Download The Making of the Holocaust Book in PDF, Epub and Kindle

What made the Holocaust possible? What does it mean from a moral viewpoint? These two questions constitute the main focus of this book. Through concepts borrowed mostly from systems theory, an attempt is made at establishing a theoretical framework for a broad understanding of the genesis of the Holocaust. More specifically, the relationships between ideology, political power, and genocide are discussed, and the following topics are covered: (1) the constitution and the historical evolution of the ideology of the Holocaust, through the genesis of anti-Semitism, the impact of the modern paradigms, and the apparent peculiarities of Nazism; (2) the emergence of powerful means of action designed for implementing the ideology, in the context of totalitarianism; (3) control and freedom as the basic parameters in a decision-making process that went along with a «diffuse Holocaust» phase and generated mechanisms of extensive cooperation; (4) the values and norms that made sense to the Nazis in relation to the Holocaust, with a critical assessment of Nazi ethics insofar as it aimed at subverting the concept of evil and at destroying the self. This book deals with four key dimensions of the Holocaust: ideology, power, act, and meaning.

Probing the Ethics of Holocaust Culture

Probing the Ethics of Holocaust Culture
Author: Claudio Fogu,Wulf Kansteiner,Todd Presner
Publsiher: Harvard University Press
Total Pages: 528
Release: 2016-10-17
Genre: History
ISBN: 9780674970519

Download Probing the Ethics of Holocaust Culture Book in PDF, Epub and Kindle

Probing the Ethics of Holocaust Culture is a reappraisal of the controversies that have shaped Holocaust studies since the 1980s. Historians, artists, and writers question if and why the Holocaust should remain the ultimate test case for ethics and a unique reference point for how we understand genocide and crimes against humanity.

Ethics After the Holocaust

Ethics After the Holocaust
Author: John K. Roth
Publsiher: Paragon House Publishers
Total Pages: 392
Release: 1999-08
Genre: History
ISBN: UOM:39015048769502

Download Ethics After the Holocaust Book in PDF, Epub and Kindle

The contributors to this book investigate Morality's failures during the Holocaust and raise questions about ethics afterwards.

Moral Combat

Moral Combat
Author: Michael Burleigh
Publsiher: Harper Collins
Total Pages: 1197
Release: 2011-03-22
Genre: History
ISBN: 9780062078667

Download Moral Combat Book in PDF, Epub and Kindle

"Magnificent. . . . Seldom has a study of the past combined such erudition with such exuberance." —The Guardian "No-one with an interest in the Second World War should be without this book; and indeed nor should anyone who cares about how our world has come about." —The Daily Telegraph Pre-eminent WWII historian Michael Burleigh delivers a brilliant new examination of the day-to-day moral crises underpinning the momentous conflicts of the Second World War.

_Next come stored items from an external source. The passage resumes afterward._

import { ref, type Ref } from 'vue'
import { uploadPhoto } from '@/api/photos'
import { ApiError } from '@/api/client'
import type { Photo } from '../../shared/schemas/photos'

export interface UploadItem {
  key: number
  file: File
  /** 0…1 of the file sent */
  progress: number
  state: 'waiting' | 'sending' | 'done' | 'failed'
  error: string | null
}

/** Files sent at once; the rest wait their turn (common practice for browser uploads). */
const PARALLEL = 3

/**
 * Sends dropped or chosen images one file per request, a few at a time, each with its progress;
 * a failed one can be sent again. `added` hears each photo the server kept.
 */
export function usePhotoUploads(caseId: Ref<number>, added: (photo: Photo) => void) {
  const items = ref<UploadItem[]>([])
  let nextKey = 1

  const sending = () => items.value.filter((item) => item.state === 'sending').length

  async function send(item: UploadItem): Promise<void> {
    item.state = 'sending'
    item.progress = 0
    item.error = null
    try {
      const photo = await uploadPhoto(caseId.value, item.file, (share) => (item.progress = share))
      item.progress = 1
      item.state = 'done'
      added(photo)
    } catch (error) {
      item.state = 'failed'
      item.error = error instanceof ApiError ? error.message : 'The upload failed.'
    } finally {
      pump()
    }
  }

  function pump(): void {
    for (const item of items.value) {
      if (sending() >= PARALLEL) return
      if (item.state === 'waiting') void send(item)
    }
  }

  function add(files: Iterable<File>): void {
    for (const file of files) {
      items.value.push({ key: nextKey++, file, progress: 0, state: 'waiting', error: null })
    }
    // work on the reactive copies, so progress shows as it changes
    pump()
  }

  function retry(item: UploadItem): void {
    item.state = 'waiting'
    pump()
  }

  function clearDone(): void {
    items.value = items.value.filter((item) => item.state !== 'done')
  }

  return { items, add, retry, clearDone }
}
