import { computed, ref, watch, type Ref } from 'vue'
import {
  addServiceEvent,
  attachDocument,
  changeServiceEvent,
  listServiceEvents,
  removeServiceEvent,
} from '@/api/service-events'
import { todayIso } from '../../shared/schemas/dates'
import type {
  ServiceEvent,
  ServiceEventCreate,
  ServiceEventUpdate,
} from '../../shared/schemas/service-events'
import { serviceLife } from '../../shared/service-history/service-life'

/** A case's service history: the events, the life they add up to, and the changes to them. */
export function useServiceHistory(caseId: Ref<number>, failureDate: Ref<string | null>) {
  const events = ref<ServiceEvent[]>([])
  const loading = ref(false)

  async function load(): Promise<void> {
    loading.value = true
    try {
      events.value = await listServiceEvents(caseId.value)
    } finally {
      loading.value = false
    }
  }
  watch(caseId, () => void load(), { immediate: true })

  const life = computed(() =>
    serviceLife(events.value, { failureDate: failureDate.value, today: todayIso() }),
  )

  async function add(event: ServiceEventCreate): Promise<void> {
    await addServiceEvent(caseId.value, event)
    await load()
  }

  async function change(eventId: number, update: ServiceEventUpdate): Promise<void> {
    await changeServiceEvent(caseId.value, eventId, update)
    await load()
  }

  async function remove(event: ServiceEvent): Promise<void> {
    await removeServiceEvent(caseId.value, event.id, event.version)
    await load()
  }

  async function attach(event: ServiceEvent, file: File): Promise<void> {
    await attachDocument(caseId.value, event.id, file)
    await load()
  }

  return { events, loading, life, load, add, change, remove, attach }
}
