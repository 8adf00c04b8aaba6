import { reactive } from 'vue'
import { createSpecification, updateSpecification } from '@/api/specifications'
import { useFormErrors } from '@/composables/use-form-errors'
import {
  emptyBand,
  emptyRecord,
  recordFormOf,
  recordOf,
  type RecordForm,
} from '@/components/specifications/band-form'
import {
  SpecificationCreate,
  SpecificationUpdate,
  type Specification,
} from '../../shared/schemas/specifications'

/**
 * A library record being written or changed: checked with the shared schema before sending, the
 * server's refusals beside the fields; a change names the version it was read at.
 */
export function useSpecificationForm(
  start: Specification | null,
  saved: (r: Specification) => void,
) {
  const errors = useFormErrors()
  const form = reactive<RecordForm>(start ? recordFormOf(start) : emptyRecord())

  async function submit(): Promise<void> {
    const value = recordOf(form)
    if (start === null) {
      const input = errors.validate(SpecificationCreate, value)
      if (!input) return
      await errors.send(async () => saved(await createSpecification(input)))
      return
    }
    const change = errors.validate(SpecificationUpdate, {
      ...(value as object),
      version: start.version,
    })
    if (!change) return
    await errors.send(async () => saved(await updateSpecification(start.id, change)))
  }

  return {
    form,
    fieldErrors: errors.fieldErrors,
    formError: errors.formError,
    sending: errors.sending,
    submit,
    addBand: () => form.bands.push(emptyBand()),
    removeBand: (index: number) => form.bands.splice(index, 1),
  }
}
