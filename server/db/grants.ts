import type { Knex } from 'knex'
import { listTables, migrateLatest } from './migrations'

/** Tables whose rows the running application may add and read, never change or remove. */
export const APPEND_ONLY_TABLES = ['audit_events', 'security_events'] as const

export interface DatabaseAccountName {
  user: string
  host: string
}

const PLAIN = /^[\w.%:-]+$/

function accountSql({ user, host }: DatabaseAccountName): string {
  if (!PLAIN.test(user) || !PLAIN.test(host)) {
    throw new Error(`Database account names must be plain words: ${user}@${host}`)
  }
  return `'${user}'@'${host}'`
}

/**
 * Gives the application's own database account exactly what it needs, table by table, after
 * the migrations (run by the owner) have made the tables. Every table the migrations know gets
 * SELECT, INSERT, UPDATE and DELETE, except the append-only trails, which get SELECT and INSERT
 * only; a new migration's tables are covered the next time this runs, with nothing to add.
 */
export async function grantApplicationAccess(
  owner: Knex,
  account: DatabaseAccountName,
): Promise<number> {
  const who = accountSql(account)
  const [[{ name }]] = (await owner.raw('SELECT DATABASE() AS name')) as [[{ name: string }]]
  const tables = (await listTables(owner)).filter((table) => !table.startsWith('knex_migrations'))
  const appendOnly = new Set<string>(APPEND_ONLY_TABLES)
  for (const table of tables) {
    const target = `\`${name}\`.\`${table}\``
    if (appendOnly.has(table)) {
      await owner.raw(`GRANT SELECT, INSERT ON ${target} TO ${who}`)
      // an earlier, wider grant (by hand, or an older version) must not survive
      await owner.raw(`REVOKE UPDATE, DELETE, DROP, ALTER ON ${target} FROM ${who}`)
    } else {
      await owner.raw(`GRANT SELECT, INSERT, UPDATE, DELETE ON ${target} TO ${who}`)
    }
  }
  return tables.length
}

/** The account named by a mysql:// URL, at the host it connects from. */
export function accountOfUrl(url: string, host: string): DatabaseAccountName {
  return { user: decodeURIComponent(new URL(url).username), host }
}

/** Migrates with the owner's account, then grants the application's account its tables. */
export async function migrateAndGrant(
  owner: Knex,
  account: DatabaseAccountName | undefined,
): Promise<string[]> {
  const applied = await migrateLatest(owner)
  if (account) await grantApplicationAccess(owner, account)
  return applied
}
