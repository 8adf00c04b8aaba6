import knex, { type Knex } from 'knex'

const toSnake = (name: string) => name.replace(/[A-Z]/g, (letter) => `_${letter.toLowerCase()}`)
const toCamel = (name: string) =>
  name.replace(/_([a-z0-9])/g, (_, letter: string) => letter.toUpperCase())

function camelizeRow(row: unknown): unknown {
  if (Array.isArray(row)) return row.map(camelizeRow)
  if (row === null || typeof row !== 'object' || row instanceof Date || Buffer.isBuffer(row)) {
    return row
  }
  return Object.fromEntries(Object.entries(row).map(([key, value]) => [toCamel(key), value]))
}

/** Knex on mysql2, with camelCase in the code and snake_case in MariaDB, converted here only. */
export function createDb(url: string, poolOptions: Knex.PoolConfig = { min: 0, max: 10 }): Knex {
  // Every connection works in UTC, so TIMESTAMP columns read back as the instants they stored.
  const pool: Knex.PoolConfig = {
    ...poolOptions,
    afterCreate: (
      connection: { query: (sql: string, done: (error?: Error) => void) => void },
      done: (error?: Error) => void,
    ) => connection.query("SET time_zone = '+00:00'", (error) => done(error)),
  }
  return knex({
    client: 'mysql2',
    connection: { uri: url, charset: 'utf8mb4', timezone: 'Z', dateStrings: ['DATE'] } as never,
    pool,
    wrapIdentifier: (value, wrap) => wrap(value === '*' ? value : toSnake(value)),
    postProcessResponse: camelizeRow,
  })
}

export type Db = Knex
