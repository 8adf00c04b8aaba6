import { ref, watch } from 'vue'
import type { z } from 'zod/mini'
import { ApiError } from '@/api/client'

type FieldMessages = Record<string, string>

function topField(path: string): string {
  return path.split('.')[0] ?? path
}

function firstMessagePerField(entries: [string, string][]): FieldMessages {
  const messages: FieldMessages = {}
  for (const [path, message] of entries) messages[topField(path)] ??= message
  return messages
}

/**
 * Messages beside form fields, from the same zod schema the server validates with and from the
 * server's own field messages; anything else the server refuses becomes one message for the form.
 */
export function useFormErrors() {
  const fieldErrors = ref<FieldMessages>({})
  const formError = ref('')
  const sending = ref(false)

  function clear(): void {
    fieldErrors.value = {}
    formError.value = ''
  }

  /** Parses the form's value; on failure shows each issue beside its field and answers undefined. */
  function validate<Schema extends z.ZodMiniType>(
    schema: Schema,
    value: unknown,
  ): z.output<Schema> | undefined {
    clear()
    const result = schema.safeParse(value)
    if (result.success) return result.data
    fieldErrors.value = firstMessagePerField(
      result.error.issues.map((issue) => [issue.path.map(String).join('.'), issue.message]),
    )
    return undefined
  }

  /**
   * Shows a refusal from the server on the form. A session problem is shown too: the app's own
   * handler moves on to sign-in or set-password anyway, and a failed sign-in is one of them.
   */
  function showServerError(error: unknown): void {
    if (!(error instanceof ApiError)) throw error
    fieldErrors.value = firstMessagePerField(Object.entries(error.fieldMessages()))
    formError.value = error.message
  }

  /**
   * Sends a checked form: `sending` is true meanwhile, and a refusal lands on the form. Answers
   * whether it went through.
   */
  async function send(action: () => Promise<unknown>): Promise<boolean> {
    sending.value = true
    try {
      await action()
      return true
    } catch (error) {
      showServerError(error)
      return false
    } finally {
      sending.value = false
    }
  }

  /** Takes a field's message away as soon as the person edits that field. */
  function clearWhenEdited(form: Record<string, unknown>): void {
    watch(
      () => ({ ...form }),
      (now, before) => {
        const edited = Object.keys(now).filter((key) => now[key] !== before[key])
        if (edited.length === 0 || Object.keys(fieldErrors.value).length === 0) return
        fieldErrors.value = Object.fromEntries(
          Object.entries(fieldErrors.value).filter(([field]) => !edited.includes(field)),
        )
      },
    )
  }

  return { fieldErrors, formError, sending, clear, validate, send, clearWhenEdited }
}
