import { ref, watch, type Ref } from 'vue'
import {
  addSpecimen,
  confirmTensileRecord,
  invalidateTensileRecord,
  listSpecimens,
  recomputeTensileRecord,
  uploadTensileRecord,
  type SpecimenList,
} from '@/api/mechanical-tests'
import type { SpecimenCreate, TensileRecordView } from '../../shared/schemas/mechanical-tests'

/** A case's specimens and test records, and the lab's actions on them. */
export function useMechanicalTests(caseId: Ref<number>) {
  const list = ref<SpecimenList>({
    specimens: [],
    summary: { specimens: 0, properties: {} },
    conformity: null,
  })
  const loading = ref(false)

  async function load(): Promise<void> {
    if (!caseId.value) return
    loading.value = true
    try {
      list.value = await listSpecimens(caseId.value)
    } finally {
      loading.value = false
    }
  }
  watch(caseId, () => void load(), { immediate: true })

  const then = async <T>(work: Promise<T>): Promise<T> => {
    const answer = await work
    await load()
    return answer
  }

  return {
    list,
    loading,
    load,
    add: (specimen: Partial<SpecimenCreate>) => then(addSpecimen(caseId.value, specimen)),
    upload: (specimenId: number, file: File, options: Record<string, string>) =>
      then(uploadTensileRecord(caseId.value, specimenId, file, options)),
    recompute: (record: TensileRecordView, options: Record<string, string>) =>
      then(recomputeTensileRecord(caseId.value, record, options)),
    confirm: (record: TensileRecordView) => then(confirmTensileRecord(caseId.value, record)),
    invalidate: (record: TensileRecordView, reason: string, note: string | null) =>
      then(invalidateTensileRecord(caseId.value, record, reason, note, null)),
  }
}
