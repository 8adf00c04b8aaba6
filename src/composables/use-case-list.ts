import { computed, onBeforeUnmount, ref, watch } from 'vue'
import { useRoute, useRouter, type LocationQuery } from 'vue-router'
import { isSessionProblem } from '@/api/client'
import { listCases, type CaseListFilter, type CaseListItem } from '@/api/cases'
import {
  CASE_STATES,
  CLIENT_STAGES,
  type CaseState,
  type ClientStage,
} from '../../shared/workflow/case-states'

export const CASES_PER_PAGE = 25
const SEARCH_PAUSE_MS = 300

function queryText(query: LocationQuery, key: string): string | undefined {
  const value = query[key]
  return typeof value === 'string' && value !== '' ? value : undefined
}

function queryNumber(query: LocationQuery, key: string): number | undefined {
  const value = Number(queryText(query, key))
  return Number.isInteger(value) && value > 0 ? value : undefined
}

function queryState(query: LocationQuery): CaseState | undefined {
  const value = queryText(query, 'status')
  return CASE_STATES.find((state) => state === value)
}

function queryStage(query: LocationQuery): ClientStage | undefined {
  const value = queryText(query, 'stage')
  return CLIENT_STAGES.find((stage) => stage === value)
}

/**
 * One page of the case list, fetched from the server by page, status, organisation and search.
 * The filters live in the address too, so coming back from a case shows the same page.
 */
export function useCaseList() {
  const route = useRoute()
  const router = useRouter()

  const page = ref(queryNumber(route.query, 'page') ?? 1)
  const status = ref<CaseState | null>(queryState(route.query) ?? null)
  // clients filter by the plain stages they are shown, staff by the working states
  const stage = ref<ClientStage | null>(queryStage(route.query) ?? null)
  const organisationId = ref<number | null>(queryNumber(route.query, 'organisationId') ?? null)
  const search = ref(queryText(route.query, 'q') ?? '')
  const appliedSearch = ref(search.value.trim())

  const cases = ref<CaseListItem[]>([])
  const total = ref(0)
  const loading = ref(false)
  const loadError = ref('')

  let searchTimer: ReturnType<typeof setTimeout> | undefined
  watch(search, (text) => {
    clearTimeout(searchTimer)
    searchTimer = setTimeout(() => {
      appliedSearch.value = text.trim()
      page.value = 1
    }, SEARCH_PAUSE_MS)
  })
  onBeforeUnmount(() => clearTimeout(searchTimer))
  watch([status, stage, organisationId], () => {
    page.value = 1
  })

  const filter = computed<CaseListFilter>(() => ({
    page: page.value,
    pageSize: CASES_PER_PAGE,
    status: status.value ?? undefined,
    stage: stage.value ?? undefined,
    organisationId: organisationId.value ?? undefined,
    q: appliedSearch.value || undefined,
  }))

  // Only the answer to the newest request is shown, however the answers arrive.
  let latestRequest = 0
  async function load(): Promise<void> {
    const thisRequest = ++latestRequest
    loading.value = true
    loadError.value = ''
    try {
      const result = await listCases(filter.value)
      if (thisRequest !== latestRequest) return
      cases.value = result.cases
      total.value = result.page.total
    } catch (error) {
      if (thisRequest !== latestRequest || isSessionProblem(error)) return
      loadError.value = error instanceof Error ? error.message : String(error)
    } finally {
      if (thisRequest === latestRequest) loading.value = false
    }
  }

  watch(
    filter,
    ({ page: pageNumber, status: state, stage: clientStage, organisationId: organisation, q }) => {
      const query = {
        page: pageNumber > 1 ? String(pageNumber) : undefined,
        status: state,
        stage: clientStage,
        q,
      }
      void router.replace({ query: { ...query, organisationId: organisation?.toString() } })
      void load()
    },
    { immediate: true },
  )

  return { page, status, stage, organisationId, search, cases, total, loading, loadError, load }
}
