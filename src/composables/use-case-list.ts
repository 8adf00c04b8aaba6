import { computed, onBeforeUnmount, ref, watch } from 'vue'
import { useRoute, useRouter, type LocationQuery } from 'vue-router'
import { listCases, type CaseListFilter, type CaseListItem } from '@/api/cases'
import { isSessionProblem } from '@/api/client'
import { MECHANISMS, type Mechanism } from '../../shared/schemas/case-vocabulary'
import { CASE_SORTS, type CaseSort } from '../../shared/schemas/cases'
import {
  CASE_STATES,
  CLIENT_STAGES,
  type CaseState,
  type ClientStage,
} from '../../shared/workflow/case-states'

export const CASES_PER_PAGE = 25
const SEARCH_PAUSE_MS = 300

function text(query: LocationQuery, key: string): string | undefined {
  const value = query[key]
  return typeof value === 'string' && value !== '' ? value : undefined
}

function wholeNumber(query: LocationQuery, key: string): number | null {
  const value = text(query, key)
  return value && /^[1-9]\d{0,8}$/.test(value) ? Number(value) : null
}

function oneOf<T extends string>(query: LocationQuery, key: string, values: readonly T[]) {
  const value = text(query, key)
  return values.find((candidate) => candidate === value) ?? null
}

/** The list's filters as the address holds them. */
function filtersFrom(query: LocationQuery) {
  return {
    status: oneOf<CaseState>(query, 'status', CASE_STATES),
    // clients filter by the plain stages they are shown, staff by the working states
    stage: oneOf<ClientStage>(query, 'stage', CLIENT_STAGES),
    organisationId: wholeNumber(query, 'organisationId'),
    investigatorId: wholeNumber(query, 'investigatorId'),
    overdue: text(query, 'overdue') === 'true',
    safetyCritical: text(query, 'safetyCritical') === 'true',
    material: text(query, 'material') ?? '',
    mechanism: oneOf<Mechanism>(query, 'mechanism', MECHANISMS),
    sort: oneOf<CaseSort>(query, 'sort', CASE_SORTS) ?? 'createdAt',
    order: oneOf(query, 'order', ['asc', 'desc'] as const) ?? 'desc',
  }
}
export type CaseListFilters = ReturnType<typeof filtersFrom>

/** The address's query for a filter: empty filters and the default order are left out. */
function toQuery(filter: CaseListFilter): Record<string, string | undefined> {
  const entries = Object.entries(filter).map(([key, value]) => [key, value?.toString()])
  const query = Object.fromEntries(entries) as Record<string, string | undefined>
  query.pageSize = undefined
  if (query.page === '1') query.page = undefined
  if (filter.sort === 'createdAt' && filter.order === 'desc') {
    query.sort = undefined
    query.order = undefined
  }
  return query
}

/**
 * One page of the case list, fetched from the server by page, filters, search and sort.
 * Everything lives in the address too, so coming back from a case shows the same page.
 */
export function useCaseList() {
  const route = useRoute()
  const router = useRouter()

  const page = ref(wholeNumber(route.query, 'page') ?? 1)
  const filters = ref(filtersFrom(route.query))
  const search = ref(text(route.query, 'q') ?? '')
  const appliedSearch = ref(search.value.trim())
  const appliedMaterial = ref(filters.value.material.trim())

  const cases = ref<CaseListItem[]>([])
  const total = ref(0)
  const loading = ref(false)
  const loadError = ref('')

  let pauseTimer: ReturnType<typeof setTimeout> | undefined
  watch([search, () => filters.value.material], ([searchText, material]) => {
    clearTimeout(pauseTimer)
    pauseTimer = setTimeout(() => {
      appliedSearch.value = searchText.trim()
      appliedMaterial.value = material.trim()
      page.value = 1
    }, SEARCH_PAUSE_MS)
  })
  onBeforeUnmount(() => clearTimeout(pauseTimer))
  watch(
    () => [
      filters.value.status,
      filters.value.stage,
      filters.value.organisationId,
      filters.value.investigatorId,
    ],
    () => (page.value = 1),
  )
  watch(
    () => [
      filters.value.overdue,
      filters.value.safetyCritical,
      filters.value.mechanism,
      filters.value.sort,
      filters.value.order,
    ],
    () => (page.value = 1),
  )

  const filter = computed<CaseListFilter>(() => ({
    page: page.value,
    pageSize: CASES_PER_PAGE,
    status: filters.value.status ?? undefined,
    stage: filters.value.stage ?? undefined,
    organisationId: filters.value.organisationId ?? undefined,
    investigatorId: filters.value.investigatorId ?? undefined,
    overdue: filters.value.overdue || undefined,
    safetyCritical: filters.value.safetyCritical || undefined,
    material: appliedMaterial.value || undefined,
    mechanism: filters.value.mechanism ?? undefined,
    q: appliedSearch.value || undefined,
    sort: filters.value.sort,
    order: filters.value.order,
  }))

  // Only the answer to the newest request is shown, however the answers arrive.
  let latestRequest = 0
  async function load(): Promise<void> {
    const thisRequest = ++latestRequest
    loading.value = true
    loadError.value = ''
    try {
      const result = await listCases(filter.value)
      if (thisRequest !== latestRequest) return
      cases.value = result.cases
      total.value = result.page.total
    } catch (error) {
      if (thisRequest !== latestRequest || isSessionProblem(error)) return
      loadError.value = error instanceof Error ? error.message : String(error)
    } finally {
      if (thisRequest === latestRequest) loading.value = false
    }
  }

  watch(
    filter,
    (current) => {
      void router.replace({ query: toQuery(current) })
      void load()
    },
    { immediate: true },
  )

  return { page, filters, search, cases, total, loading, loadError, load }
}
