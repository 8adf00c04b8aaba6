import { ref, watch, type Ref } from 'vue'
import { fetchActivity } from '@/api/cases'
import type { ActivityEntry, ActivityKind } from '../../shared/schemas/activity'

export const ACTIVITY_PER_PAGE = 25

/** One page of a case's activity, filtered by person and kind, refetched when a filter moves. */
export function useCaseActivity(caseId: Ref<number>, refreshKey: Ref<unknown>) {
  const page = ref(1)
  const actorId = ref<number | null>(null)
  const kind = ref<ActivityKind | null>(null)
  const entries = ref<ActivityEntry[]>([])
  const total = ref(0)
  const loading = ref(false)

  let latest = 0
  async function load(): Promise<void> {
    const mine = ++latest
    loading.value = true
    try {
      const { data, page: answered } = await fetchActivity(caseId.value, {
        page: page.value,
        pageSize: ACTIVITY_PER_PAGE,
        actorId: actorId.value ?? undefined,
        kind: kind.value ?? undefined,
      })
      if (mine !== latest) return
      entries.value = data
      total.value = answered.total
    } finally {
      if (mine === latest) loading.value = false
    }
  }

  watch([actorId, kind], () => {
    page.value = 1
  })
  watch([caseId, page, actorId, kind, refreshKey], () => void load(), { immediate: true })

  return { page, actorId, kind, entries, total, loading }
}
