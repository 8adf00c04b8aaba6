import { computed, ref, watch, type Ref } from 'vue'
import { listHolds, listSamples, placeHold, receiveSample, releaseHold } from '@/api/evidence'
import type { HoldCreate, LegalHold } from '../../shared/schemas/holds'
import type { Sample, SampleCreate } from '../../shared/schemas/samples'

export interface SampleRowView extends Sample {
  /** how many cuts away from an item as received */
  depth: number
}

/** Items in tree order: each followed by the pieces cut from it. */
export function treeOrder(samples: readonly Sample[]): SampleRowView[] {
  const children = new Map<number | null, Sample[]>()
  for (const sample of samples) {
    const key = samples.some((s) => s.id === sample.parentId) ? sample.parentId : null
    children.set(key, [...(children.get(key) ?? []), sample])
  }
  const rows: SampleRowView[] = []
  const visit = (parentId: number | null, depth: number) => {
    for (const sample of children.get(parentId) ?? []) {
      rows.push({ ...sample, depth })
      visit(sample.id, depth + 1)
    }
  }
  visit(null, 0)
  return rows
}

/** The case's items and holds, and the changes to them made from the samples page. */
export function useSamples(caseId: Ref<number>) {
  const samples = ref<Sample[]>([])
  const holds = ref<LegalHold[]>([])
  const loading = ref(false)

  async function load(): Promise<void> {
    if (!caseId.value) return
    loading.value = true
    try {
      ;[samples.value, holds.value] = await Promise.all([
        listSamples(caseId.value),
        listHolds(caseId.value),
      ])
    } finally {
      loading.value = false
    }
  }
  watch(caseId, () => void load(), { immediate: true })

  const rows = computed(() => treeOrder(samples.value))
  const activeHolds = computed(() => holds.value.filter((hold) => hold.releasedAt === null))

  async function receive(sample: SampleCreate) {
    const created = await receiveSample(caseId.value, sample)
    await load()
    return created
  }
  async function hold(input: HoldCreate) {
    await placeHold(caseId.value, input)
    await load()
  }
  async function release(holdId: number, reason: string) {
    await releaseHold(caseId.value, holdId, reason)
    await load()
  }

  return { samples, holds, rows, activeHolds, loading, load, receive, hold, release }
}
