import { ref, type Ref } from 'vue'
import { pixelDistance, type Point } from '../../shared/photos/scale'
import type { Mark } from '../../shared/schemas/photos'

export type DrawingTool = 'arrow' | 'circle' | 'outline' | 'label' | 'calibrate' | 'measure'

/** Below this many original pixels a drag counts as a click (common practice for pointers). */
const CLICK = 4

/**
 * Turns pointer gestures over a photo into marks in the original's pixels: drag for arrows,
 * circles, calibration and measuring lines; click for labels and outline corners.
 */
export function useMarkDrawing(
  frame: Ref<HTMLElement | undefined>,
  size: () => { width: number; height: number },
  done: (result: {
    tool: DrawingTool
    mark?: Mark
    line?: { from: Point; to: Point }
    at?: Point
  }) => void,
) {
  const tool = ref<DrawingTool | null>(null)
  const line = ref<{ from: Point; to: Point } | null>(null)
  const outline = ref<Point[]>([])
  let start: Point | null = null

  function toImage(event: PointerEvent): Point {
    const box = (frame.value as HTMLElement).getBoundingClientRect()
    const { width, height } = size()
    return {
      x: Math.round(((event.clientX - box.left) / box.width) * width * 10) / 10,
      y: Math.round(((event.clientY - box.top) / box.height) * height * 10) / 10,
    }
  }

  function down(event: PointerEvent): void {
    if (!tool.value) return
    event.preventDefault()
    start = toImage(event)
    line.value = null
  }

  function move(event: PointerEvent): void {
    if (!start || !tool.value || tool.value === 'label' || tool.value === 'outline') return
    line.value = { from: start, to: toImage(event) }
  }

  function up(event: PointerEvent): void {
    if (!start || !tool.value) return
    const from = start
    const to = toImage(event)
    start = null
    const dragged = pixelDistance(from, to) >= CLICK
    const current = tool.value
    if (current === 'outline') outline.value = [...outline.value, to]
    else if (current === 'label') done({ tool: current, at: to })
    else if (!dragged) line.value = null
    else if (current === 'arrow') done({ tool: current, mark: { kind: 'arrow', from, to } })
    else if (current === 'circle') {
      done({
        tool: current,
        mark: { kind: 'circle', centre: from, radius: pixelDistance(from, to) },
      })
    } else done({ tool: current, line: { from, to } })
    if (current === 'arrow' || current === 'circle') line.value = null
  }

  function finishOutline(): void {
    if (outline.value.length >= 2)
      done({ tool: 'outline', mark: { kind: 'outline', points: outline.value } })
    outline.value = []
  }

  function choose(next: DrawingTool | null): void {
    tool.value = tool.value === next ? null : next
    line.value = null
    outline.value = []
  }

  return { tool, line, outline, down, move, up, finishOutline, choose }
}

A magisterial counterpart to his award-winning and internationally bestselling The Third Reich, winner of the Samuel Johnson prize, Moral Combat offers a unique and riveting look at, in the words of The Times (London), "not just the war planners faced with the prospect of bombing Dresden or the atrocities of the Holocaust, but also the individuals working at the coalface of war, killing or murdering, resisting or collaborating."

The Lesser Evil

The Lesser Evil
Author: Helmut Dubiel,Gabriel Motzkin
Publsiher: Routledge
Total Pages: 241
Release: 2004-04-22
Genre: History
ISBN: 9781135758820

Download The Lesser Evil Book in PDF, Epub and Kindle

In this book scholars debate the evils of Nazism and Communism and explore methods and purposes of comparing the two.